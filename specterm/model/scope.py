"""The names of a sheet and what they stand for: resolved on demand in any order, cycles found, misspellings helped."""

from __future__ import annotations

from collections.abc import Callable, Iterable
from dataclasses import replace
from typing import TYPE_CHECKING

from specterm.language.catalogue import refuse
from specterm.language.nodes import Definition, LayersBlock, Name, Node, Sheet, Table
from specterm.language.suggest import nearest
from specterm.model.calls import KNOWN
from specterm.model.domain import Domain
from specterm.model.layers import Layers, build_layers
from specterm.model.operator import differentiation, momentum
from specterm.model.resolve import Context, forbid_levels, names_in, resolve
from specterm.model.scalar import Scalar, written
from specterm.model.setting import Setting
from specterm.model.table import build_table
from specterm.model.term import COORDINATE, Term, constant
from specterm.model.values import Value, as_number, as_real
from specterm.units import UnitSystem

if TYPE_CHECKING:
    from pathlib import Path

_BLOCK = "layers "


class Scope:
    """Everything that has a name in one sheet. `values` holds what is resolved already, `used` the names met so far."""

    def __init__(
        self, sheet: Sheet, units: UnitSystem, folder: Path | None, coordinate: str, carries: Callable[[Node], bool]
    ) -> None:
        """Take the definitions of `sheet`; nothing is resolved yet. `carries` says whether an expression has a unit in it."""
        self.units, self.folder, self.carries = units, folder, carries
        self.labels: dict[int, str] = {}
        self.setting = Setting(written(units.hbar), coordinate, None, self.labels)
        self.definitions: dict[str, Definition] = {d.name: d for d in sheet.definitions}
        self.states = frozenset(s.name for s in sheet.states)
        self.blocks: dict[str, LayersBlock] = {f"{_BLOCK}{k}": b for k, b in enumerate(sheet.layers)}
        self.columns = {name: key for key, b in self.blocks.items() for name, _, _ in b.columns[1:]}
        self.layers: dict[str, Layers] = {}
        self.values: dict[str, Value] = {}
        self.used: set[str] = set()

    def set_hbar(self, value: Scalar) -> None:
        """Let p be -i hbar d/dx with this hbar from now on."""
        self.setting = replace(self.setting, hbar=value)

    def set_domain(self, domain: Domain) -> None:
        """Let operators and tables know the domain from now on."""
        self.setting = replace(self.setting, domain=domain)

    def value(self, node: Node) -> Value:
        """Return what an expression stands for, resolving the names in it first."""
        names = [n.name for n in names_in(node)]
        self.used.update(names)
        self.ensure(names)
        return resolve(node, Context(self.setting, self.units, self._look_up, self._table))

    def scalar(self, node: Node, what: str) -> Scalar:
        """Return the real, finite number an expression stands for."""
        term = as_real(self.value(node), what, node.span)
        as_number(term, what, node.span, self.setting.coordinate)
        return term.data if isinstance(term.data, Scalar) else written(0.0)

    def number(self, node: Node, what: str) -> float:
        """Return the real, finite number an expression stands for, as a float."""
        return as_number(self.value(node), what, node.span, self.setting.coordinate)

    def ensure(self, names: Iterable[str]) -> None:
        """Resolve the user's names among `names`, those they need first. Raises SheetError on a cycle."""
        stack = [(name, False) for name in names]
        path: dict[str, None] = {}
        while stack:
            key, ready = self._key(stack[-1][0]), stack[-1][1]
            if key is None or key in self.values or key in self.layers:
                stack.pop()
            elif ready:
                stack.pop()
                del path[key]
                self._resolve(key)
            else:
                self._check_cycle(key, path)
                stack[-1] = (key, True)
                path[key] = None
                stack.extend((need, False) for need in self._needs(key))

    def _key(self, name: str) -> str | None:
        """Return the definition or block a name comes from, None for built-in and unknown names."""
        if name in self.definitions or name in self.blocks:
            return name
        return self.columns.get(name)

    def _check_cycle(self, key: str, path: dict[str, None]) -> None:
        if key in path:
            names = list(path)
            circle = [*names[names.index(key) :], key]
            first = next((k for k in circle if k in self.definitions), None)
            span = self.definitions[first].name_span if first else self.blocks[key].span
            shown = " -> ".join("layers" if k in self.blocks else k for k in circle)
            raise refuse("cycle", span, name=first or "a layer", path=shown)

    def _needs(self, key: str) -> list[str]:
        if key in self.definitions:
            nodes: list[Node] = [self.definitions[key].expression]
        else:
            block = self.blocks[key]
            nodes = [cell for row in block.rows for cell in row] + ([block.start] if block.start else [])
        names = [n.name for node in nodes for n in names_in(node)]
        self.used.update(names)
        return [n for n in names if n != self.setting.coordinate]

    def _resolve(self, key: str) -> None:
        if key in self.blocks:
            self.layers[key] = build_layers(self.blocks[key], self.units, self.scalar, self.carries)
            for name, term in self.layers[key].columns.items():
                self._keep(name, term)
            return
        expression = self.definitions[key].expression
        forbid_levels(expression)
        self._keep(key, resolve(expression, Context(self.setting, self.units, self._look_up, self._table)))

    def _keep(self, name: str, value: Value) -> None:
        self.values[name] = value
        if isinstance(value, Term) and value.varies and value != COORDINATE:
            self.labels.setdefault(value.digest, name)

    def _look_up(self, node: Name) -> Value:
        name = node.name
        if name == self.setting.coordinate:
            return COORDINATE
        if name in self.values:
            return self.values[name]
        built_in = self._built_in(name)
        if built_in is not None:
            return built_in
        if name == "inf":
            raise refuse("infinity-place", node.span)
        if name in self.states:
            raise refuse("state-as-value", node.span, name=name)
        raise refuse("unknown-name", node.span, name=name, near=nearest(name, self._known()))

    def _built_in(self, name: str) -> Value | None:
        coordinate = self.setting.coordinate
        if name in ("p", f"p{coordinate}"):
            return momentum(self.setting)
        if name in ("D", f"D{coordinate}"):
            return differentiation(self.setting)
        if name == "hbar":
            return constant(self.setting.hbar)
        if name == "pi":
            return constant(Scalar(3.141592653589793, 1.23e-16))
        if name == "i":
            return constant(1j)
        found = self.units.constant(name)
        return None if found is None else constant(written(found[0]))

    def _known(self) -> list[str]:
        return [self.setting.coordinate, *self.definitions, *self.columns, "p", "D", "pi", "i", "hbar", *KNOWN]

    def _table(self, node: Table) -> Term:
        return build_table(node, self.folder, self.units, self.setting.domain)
•••••
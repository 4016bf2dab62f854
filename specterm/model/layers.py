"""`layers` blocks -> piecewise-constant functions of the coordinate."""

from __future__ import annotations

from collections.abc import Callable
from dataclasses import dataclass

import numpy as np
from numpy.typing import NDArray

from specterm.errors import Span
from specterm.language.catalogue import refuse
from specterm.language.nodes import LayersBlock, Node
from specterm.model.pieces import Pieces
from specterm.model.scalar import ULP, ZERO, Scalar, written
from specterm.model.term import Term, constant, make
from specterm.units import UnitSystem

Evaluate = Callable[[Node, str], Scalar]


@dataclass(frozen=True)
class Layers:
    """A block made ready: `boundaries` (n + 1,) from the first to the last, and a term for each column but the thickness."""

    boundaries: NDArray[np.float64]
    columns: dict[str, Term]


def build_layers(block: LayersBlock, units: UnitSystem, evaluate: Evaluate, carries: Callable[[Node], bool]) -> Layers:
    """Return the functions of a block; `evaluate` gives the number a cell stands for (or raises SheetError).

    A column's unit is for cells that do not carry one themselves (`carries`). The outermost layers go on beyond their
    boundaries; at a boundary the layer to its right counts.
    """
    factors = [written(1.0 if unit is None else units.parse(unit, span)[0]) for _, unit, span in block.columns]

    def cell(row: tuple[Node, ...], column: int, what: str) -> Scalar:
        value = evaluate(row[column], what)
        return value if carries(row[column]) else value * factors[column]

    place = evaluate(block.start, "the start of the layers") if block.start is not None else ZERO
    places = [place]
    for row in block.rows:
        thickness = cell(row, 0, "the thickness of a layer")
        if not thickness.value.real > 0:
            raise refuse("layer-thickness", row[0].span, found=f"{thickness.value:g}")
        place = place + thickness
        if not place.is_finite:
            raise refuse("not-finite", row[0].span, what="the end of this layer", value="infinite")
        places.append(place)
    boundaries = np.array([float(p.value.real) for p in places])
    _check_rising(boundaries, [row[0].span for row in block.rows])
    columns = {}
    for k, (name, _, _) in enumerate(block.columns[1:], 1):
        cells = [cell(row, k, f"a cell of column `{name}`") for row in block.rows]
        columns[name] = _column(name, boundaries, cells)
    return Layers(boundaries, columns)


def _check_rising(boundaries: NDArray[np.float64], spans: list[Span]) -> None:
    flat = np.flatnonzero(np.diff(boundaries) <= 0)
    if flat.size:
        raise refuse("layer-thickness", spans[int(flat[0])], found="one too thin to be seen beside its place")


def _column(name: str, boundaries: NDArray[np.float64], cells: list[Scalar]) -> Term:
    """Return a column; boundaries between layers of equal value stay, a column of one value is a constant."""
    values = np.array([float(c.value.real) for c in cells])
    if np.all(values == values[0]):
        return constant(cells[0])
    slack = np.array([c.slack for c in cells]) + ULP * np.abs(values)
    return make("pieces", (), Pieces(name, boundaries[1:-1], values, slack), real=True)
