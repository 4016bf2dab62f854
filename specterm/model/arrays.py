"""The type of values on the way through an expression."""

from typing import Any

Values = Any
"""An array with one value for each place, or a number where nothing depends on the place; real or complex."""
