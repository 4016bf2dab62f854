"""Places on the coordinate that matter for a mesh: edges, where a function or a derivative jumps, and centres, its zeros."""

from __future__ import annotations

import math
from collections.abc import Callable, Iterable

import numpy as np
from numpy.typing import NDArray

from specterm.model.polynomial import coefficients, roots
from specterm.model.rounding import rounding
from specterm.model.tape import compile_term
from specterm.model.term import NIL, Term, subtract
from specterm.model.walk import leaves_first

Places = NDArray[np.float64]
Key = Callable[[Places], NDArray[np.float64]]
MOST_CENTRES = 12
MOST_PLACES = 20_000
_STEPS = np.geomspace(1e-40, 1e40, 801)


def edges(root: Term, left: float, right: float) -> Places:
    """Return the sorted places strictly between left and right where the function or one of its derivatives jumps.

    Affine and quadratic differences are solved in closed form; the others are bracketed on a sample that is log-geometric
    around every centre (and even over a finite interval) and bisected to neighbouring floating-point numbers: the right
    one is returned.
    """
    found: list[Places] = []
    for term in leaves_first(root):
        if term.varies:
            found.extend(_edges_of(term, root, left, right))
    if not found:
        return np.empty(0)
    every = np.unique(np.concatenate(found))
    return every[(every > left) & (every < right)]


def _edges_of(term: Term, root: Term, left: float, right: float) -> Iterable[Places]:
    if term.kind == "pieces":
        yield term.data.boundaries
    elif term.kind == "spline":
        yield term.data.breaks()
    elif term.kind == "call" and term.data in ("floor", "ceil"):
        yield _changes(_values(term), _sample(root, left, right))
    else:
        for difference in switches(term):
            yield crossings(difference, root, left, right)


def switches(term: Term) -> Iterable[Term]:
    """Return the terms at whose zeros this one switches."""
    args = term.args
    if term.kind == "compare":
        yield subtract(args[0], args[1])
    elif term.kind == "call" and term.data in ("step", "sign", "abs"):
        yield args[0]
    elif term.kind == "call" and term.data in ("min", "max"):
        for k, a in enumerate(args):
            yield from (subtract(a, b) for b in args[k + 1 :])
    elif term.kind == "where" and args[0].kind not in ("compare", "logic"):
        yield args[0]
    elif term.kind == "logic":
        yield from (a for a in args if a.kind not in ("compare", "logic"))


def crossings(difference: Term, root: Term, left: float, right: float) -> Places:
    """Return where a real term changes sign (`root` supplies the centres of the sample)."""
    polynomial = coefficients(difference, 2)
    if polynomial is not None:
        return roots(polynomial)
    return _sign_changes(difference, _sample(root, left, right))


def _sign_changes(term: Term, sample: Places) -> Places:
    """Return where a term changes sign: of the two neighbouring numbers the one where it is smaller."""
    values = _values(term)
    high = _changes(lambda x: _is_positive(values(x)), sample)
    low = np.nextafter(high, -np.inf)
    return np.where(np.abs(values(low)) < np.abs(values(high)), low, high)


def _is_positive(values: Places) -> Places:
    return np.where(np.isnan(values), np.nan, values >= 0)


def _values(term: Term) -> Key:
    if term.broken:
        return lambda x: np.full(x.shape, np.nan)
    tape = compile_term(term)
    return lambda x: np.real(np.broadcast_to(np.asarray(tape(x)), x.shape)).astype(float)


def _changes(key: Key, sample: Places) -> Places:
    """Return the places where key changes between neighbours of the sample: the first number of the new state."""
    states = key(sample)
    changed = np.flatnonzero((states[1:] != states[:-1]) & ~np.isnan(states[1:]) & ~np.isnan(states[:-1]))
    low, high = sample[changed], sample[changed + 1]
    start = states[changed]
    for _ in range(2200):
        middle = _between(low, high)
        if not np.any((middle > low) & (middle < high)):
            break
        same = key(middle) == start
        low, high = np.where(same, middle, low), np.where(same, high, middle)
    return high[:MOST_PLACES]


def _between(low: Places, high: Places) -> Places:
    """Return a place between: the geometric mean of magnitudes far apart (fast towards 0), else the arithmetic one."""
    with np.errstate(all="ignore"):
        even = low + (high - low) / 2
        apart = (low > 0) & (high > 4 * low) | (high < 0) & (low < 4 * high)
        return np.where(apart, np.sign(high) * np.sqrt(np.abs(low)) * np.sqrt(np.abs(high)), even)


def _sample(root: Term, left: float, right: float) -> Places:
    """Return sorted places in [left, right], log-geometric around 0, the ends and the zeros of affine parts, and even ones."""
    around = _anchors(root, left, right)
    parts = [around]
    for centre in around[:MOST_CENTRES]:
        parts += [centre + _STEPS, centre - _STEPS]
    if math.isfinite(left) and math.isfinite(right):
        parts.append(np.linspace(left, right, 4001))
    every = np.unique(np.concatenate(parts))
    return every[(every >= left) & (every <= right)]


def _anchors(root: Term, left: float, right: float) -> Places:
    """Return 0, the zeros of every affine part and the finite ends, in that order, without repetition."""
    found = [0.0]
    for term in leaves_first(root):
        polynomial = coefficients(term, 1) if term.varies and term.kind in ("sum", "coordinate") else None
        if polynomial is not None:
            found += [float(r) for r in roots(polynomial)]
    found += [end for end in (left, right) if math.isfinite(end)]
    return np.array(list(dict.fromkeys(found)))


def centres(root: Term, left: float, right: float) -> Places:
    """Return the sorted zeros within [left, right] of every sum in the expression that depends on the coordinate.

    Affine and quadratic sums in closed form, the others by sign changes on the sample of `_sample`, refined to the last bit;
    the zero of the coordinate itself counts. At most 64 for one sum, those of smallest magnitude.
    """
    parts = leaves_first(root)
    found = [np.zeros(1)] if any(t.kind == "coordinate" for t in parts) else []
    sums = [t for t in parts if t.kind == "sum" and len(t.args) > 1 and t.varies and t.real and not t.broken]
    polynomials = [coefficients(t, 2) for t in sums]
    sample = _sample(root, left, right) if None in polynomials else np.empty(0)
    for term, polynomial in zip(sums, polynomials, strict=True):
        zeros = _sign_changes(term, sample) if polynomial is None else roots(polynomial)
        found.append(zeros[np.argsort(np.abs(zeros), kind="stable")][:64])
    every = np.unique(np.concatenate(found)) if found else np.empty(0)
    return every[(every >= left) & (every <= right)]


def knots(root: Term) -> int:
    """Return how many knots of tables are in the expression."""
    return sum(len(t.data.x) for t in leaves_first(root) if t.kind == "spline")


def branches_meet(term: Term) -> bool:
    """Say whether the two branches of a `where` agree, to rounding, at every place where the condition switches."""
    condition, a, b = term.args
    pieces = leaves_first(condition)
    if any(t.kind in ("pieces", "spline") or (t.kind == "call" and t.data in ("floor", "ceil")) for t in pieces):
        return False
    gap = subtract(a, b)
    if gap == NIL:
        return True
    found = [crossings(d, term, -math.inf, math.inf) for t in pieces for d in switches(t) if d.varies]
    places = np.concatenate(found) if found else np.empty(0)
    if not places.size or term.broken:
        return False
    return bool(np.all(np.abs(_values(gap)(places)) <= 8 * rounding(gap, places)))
•••••
● Problem statement
Write out, from the lines above, only those from the line with "coordinate, None, self.labels)" to the line with "what an expression", exactly as given, including the first and the last.

● Completed exercise
        self.setting = Setting(written(units.hbar), coordinate, None, self.labels)
        self.definitions: dict[str, Definition] = {d.name: d for d in sheet.definitions}
        self.states = frozenset(s.name for s in sheet.states)
        self.blocks: dict[str, LayersBlock] = {f"{_BLOCK}{k}": b for k, b in enumerate(sheet.layers)}
        self.columns = {name: key for key, b in self.blocks.items() for name, _, _ in b.columns[1:]}
        self.layers: dict[str, Layers] = {}
        self.values: dict[str, Value] = {}
        self.used: set[str] = set()

    def set_hbar(self, value: Scalar) -> None:
        """Let p be -i hbar d/dx with this hbar from now on."""
        self.setting = replace(self.setting, hbar=value)

    def set_domain(self, domain: Domain) -> None:
        """Let operators and tables know the domain from now on."""
        self.setting = replace(self.setting, domain=domain)

    def value(self, node: Node) -> Value:
        """Return what an expression stands for, resolving the names in it first."""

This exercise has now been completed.